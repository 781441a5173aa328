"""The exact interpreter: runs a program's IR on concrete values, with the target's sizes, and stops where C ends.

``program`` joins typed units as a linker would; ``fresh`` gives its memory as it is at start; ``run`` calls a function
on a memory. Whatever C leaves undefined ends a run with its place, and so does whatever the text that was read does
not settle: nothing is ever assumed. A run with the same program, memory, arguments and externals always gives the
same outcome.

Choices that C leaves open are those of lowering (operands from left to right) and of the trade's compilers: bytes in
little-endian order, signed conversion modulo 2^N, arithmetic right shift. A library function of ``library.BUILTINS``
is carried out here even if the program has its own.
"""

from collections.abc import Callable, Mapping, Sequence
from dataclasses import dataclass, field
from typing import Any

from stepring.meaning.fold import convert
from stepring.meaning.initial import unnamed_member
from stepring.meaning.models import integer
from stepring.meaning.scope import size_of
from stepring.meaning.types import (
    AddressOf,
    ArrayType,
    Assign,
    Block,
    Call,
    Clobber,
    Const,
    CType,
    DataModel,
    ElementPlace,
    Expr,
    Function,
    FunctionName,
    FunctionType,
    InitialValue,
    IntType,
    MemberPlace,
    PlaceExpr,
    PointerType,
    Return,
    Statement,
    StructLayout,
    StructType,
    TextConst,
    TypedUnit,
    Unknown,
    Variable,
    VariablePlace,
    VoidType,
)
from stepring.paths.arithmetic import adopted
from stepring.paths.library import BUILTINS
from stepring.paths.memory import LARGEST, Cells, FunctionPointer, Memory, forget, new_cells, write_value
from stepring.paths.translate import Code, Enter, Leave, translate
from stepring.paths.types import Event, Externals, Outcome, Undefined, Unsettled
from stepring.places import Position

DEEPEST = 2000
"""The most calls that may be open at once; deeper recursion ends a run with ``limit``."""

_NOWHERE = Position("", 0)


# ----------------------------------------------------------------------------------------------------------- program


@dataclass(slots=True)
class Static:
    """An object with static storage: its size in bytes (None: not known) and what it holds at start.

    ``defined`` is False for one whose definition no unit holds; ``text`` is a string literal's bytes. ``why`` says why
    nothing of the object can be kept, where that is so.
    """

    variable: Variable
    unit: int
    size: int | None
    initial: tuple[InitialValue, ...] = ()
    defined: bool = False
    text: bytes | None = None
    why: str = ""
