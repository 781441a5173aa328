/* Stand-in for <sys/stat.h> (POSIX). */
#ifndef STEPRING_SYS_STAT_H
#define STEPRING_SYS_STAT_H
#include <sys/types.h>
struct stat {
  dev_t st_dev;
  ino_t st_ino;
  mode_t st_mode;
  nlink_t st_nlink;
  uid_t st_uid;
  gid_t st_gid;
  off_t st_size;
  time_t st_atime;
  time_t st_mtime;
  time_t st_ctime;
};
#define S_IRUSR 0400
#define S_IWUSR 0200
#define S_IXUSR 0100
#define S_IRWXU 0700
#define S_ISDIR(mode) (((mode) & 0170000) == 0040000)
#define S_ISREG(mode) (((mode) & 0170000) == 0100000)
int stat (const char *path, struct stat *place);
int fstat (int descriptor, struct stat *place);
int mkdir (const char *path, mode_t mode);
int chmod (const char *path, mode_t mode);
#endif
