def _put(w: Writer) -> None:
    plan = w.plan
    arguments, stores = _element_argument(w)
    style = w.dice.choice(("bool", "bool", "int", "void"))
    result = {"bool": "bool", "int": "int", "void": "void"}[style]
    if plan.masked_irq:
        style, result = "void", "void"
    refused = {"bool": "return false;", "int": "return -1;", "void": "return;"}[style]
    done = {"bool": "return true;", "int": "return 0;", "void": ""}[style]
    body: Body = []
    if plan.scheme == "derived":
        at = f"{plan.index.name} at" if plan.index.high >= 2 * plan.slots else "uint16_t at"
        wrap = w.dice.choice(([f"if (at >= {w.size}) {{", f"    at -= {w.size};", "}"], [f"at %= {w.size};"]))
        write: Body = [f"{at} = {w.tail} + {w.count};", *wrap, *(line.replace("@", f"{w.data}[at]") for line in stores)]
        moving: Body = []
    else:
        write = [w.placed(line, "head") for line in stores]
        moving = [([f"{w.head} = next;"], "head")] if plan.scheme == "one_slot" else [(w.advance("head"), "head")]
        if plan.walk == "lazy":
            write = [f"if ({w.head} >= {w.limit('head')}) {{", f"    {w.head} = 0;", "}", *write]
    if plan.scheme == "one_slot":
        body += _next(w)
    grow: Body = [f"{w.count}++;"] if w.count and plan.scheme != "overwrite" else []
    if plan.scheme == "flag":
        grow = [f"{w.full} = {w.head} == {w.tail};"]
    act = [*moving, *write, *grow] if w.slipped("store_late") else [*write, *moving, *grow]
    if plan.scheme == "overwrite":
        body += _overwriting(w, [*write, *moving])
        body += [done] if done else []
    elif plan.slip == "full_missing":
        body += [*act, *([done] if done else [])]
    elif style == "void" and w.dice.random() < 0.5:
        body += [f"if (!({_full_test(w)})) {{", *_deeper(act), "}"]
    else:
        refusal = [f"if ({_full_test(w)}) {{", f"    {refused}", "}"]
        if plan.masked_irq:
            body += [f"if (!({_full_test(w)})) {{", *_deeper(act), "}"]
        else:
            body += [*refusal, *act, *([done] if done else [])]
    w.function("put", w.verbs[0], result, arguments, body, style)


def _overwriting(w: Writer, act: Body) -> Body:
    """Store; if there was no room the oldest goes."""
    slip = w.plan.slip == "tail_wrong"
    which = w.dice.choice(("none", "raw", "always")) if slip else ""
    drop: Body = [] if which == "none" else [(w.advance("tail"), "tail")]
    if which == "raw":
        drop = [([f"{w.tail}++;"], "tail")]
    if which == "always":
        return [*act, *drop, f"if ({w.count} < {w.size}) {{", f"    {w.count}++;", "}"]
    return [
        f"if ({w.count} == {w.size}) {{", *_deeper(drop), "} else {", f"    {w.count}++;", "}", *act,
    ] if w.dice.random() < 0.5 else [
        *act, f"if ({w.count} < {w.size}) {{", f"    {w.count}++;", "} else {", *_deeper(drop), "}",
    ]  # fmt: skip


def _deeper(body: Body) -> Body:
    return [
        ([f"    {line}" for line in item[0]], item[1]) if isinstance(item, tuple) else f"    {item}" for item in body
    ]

Work instructions -> For each line of the data that includes the word "meaning", return a copy of it.

Exercise solution ->
from stepring.meaning.fold import convert
from stepring.meaning.initial import unnamed_member
from stepring.meaning.models import integer
from stepring.meaning.scope import size_of
from stepring.meaning.types import (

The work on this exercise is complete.